Lines containing the word "fake" are the ones to copy from the records below.

□ □ □ □

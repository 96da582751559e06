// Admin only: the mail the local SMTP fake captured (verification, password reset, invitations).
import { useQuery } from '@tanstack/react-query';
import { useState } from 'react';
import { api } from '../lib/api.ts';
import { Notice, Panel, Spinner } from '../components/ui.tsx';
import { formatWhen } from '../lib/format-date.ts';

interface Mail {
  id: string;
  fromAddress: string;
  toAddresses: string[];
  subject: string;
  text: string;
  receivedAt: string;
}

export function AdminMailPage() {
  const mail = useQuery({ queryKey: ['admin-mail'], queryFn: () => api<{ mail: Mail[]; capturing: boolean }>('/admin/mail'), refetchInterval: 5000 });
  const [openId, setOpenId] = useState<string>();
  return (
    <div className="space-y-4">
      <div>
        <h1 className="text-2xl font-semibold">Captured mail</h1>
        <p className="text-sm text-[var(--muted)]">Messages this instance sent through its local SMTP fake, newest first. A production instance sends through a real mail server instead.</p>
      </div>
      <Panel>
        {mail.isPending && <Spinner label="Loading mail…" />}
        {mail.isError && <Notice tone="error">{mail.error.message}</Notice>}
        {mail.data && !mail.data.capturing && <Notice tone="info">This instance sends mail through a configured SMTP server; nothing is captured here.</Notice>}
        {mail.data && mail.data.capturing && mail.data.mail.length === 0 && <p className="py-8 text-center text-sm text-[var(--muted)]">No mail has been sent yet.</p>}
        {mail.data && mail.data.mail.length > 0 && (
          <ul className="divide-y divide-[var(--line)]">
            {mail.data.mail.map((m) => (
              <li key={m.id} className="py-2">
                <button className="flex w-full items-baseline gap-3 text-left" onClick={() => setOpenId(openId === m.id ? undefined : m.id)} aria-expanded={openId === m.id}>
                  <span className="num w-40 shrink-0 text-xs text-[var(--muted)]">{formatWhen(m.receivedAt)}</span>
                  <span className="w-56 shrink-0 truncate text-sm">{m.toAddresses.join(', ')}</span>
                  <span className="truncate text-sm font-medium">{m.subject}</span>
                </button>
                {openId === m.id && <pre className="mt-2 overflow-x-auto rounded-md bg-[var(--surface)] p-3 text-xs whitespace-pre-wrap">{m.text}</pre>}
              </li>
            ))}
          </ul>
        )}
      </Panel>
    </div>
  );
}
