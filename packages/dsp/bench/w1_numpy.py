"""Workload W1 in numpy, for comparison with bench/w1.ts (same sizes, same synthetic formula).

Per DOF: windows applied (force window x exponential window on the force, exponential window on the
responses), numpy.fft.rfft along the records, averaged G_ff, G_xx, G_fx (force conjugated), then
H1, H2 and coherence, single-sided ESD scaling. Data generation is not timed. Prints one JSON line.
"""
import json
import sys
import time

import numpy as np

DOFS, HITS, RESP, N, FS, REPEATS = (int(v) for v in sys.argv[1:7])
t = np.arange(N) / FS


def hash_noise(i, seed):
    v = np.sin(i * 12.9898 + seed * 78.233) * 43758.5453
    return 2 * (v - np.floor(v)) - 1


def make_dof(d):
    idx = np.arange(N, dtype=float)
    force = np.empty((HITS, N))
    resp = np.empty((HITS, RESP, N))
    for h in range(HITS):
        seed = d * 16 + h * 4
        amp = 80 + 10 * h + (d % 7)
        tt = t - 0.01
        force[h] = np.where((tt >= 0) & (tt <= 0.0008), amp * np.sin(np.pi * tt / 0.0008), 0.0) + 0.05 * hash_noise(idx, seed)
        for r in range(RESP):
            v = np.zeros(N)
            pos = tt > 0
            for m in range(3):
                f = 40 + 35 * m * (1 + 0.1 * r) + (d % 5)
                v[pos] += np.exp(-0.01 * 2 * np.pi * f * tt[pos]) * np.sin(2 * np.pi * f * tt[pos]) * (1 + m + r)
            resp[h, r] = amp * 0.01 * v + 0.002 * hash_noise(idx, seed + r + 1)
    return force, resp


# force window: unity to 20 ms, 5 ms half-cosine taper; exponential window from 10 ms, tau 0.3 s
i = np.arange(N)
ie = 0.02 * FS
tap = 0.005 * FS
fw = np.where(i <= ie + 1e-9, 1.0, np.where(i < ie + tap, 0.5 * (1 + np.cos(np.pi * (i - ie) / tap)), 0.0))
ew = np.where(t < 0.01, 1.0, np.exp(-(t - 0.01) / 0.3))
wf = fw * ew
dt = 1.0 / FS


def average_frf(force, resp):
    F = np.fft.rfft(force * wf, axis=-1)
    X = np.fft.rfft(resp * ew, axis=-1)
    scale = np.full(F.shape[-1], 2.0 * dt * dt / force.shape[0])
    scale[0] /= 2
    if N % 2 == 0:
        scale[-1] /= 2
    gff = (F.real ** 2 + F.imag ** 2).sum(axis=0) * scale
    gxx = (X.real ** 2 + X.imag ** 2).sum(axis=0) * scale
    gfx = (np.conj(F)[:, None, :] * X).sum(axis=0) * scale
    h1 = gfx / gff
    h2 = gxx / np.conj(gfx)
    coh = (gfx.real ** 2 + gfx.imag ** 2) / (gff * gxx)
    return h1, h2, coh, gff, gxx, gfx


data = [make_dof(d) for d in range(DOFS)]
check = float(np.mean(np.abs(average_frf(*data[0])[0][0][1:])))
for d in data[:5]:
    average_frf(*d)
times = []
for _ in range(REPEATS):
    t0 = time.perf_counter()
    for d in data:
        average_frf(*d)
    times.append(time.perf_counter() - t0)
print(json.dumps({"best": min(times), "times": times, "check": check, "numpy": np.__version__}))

□ □ □ □

§ **RESPONSE AREA**
// Admin only: the mail the local SMTP fake captured (verification, password reset, invitations).
        <p className="text-sm text-[var(--muted)]">Messages this instance sent through its local SMTP fake, newest first. A production instance sends through a real mail server instead.</p>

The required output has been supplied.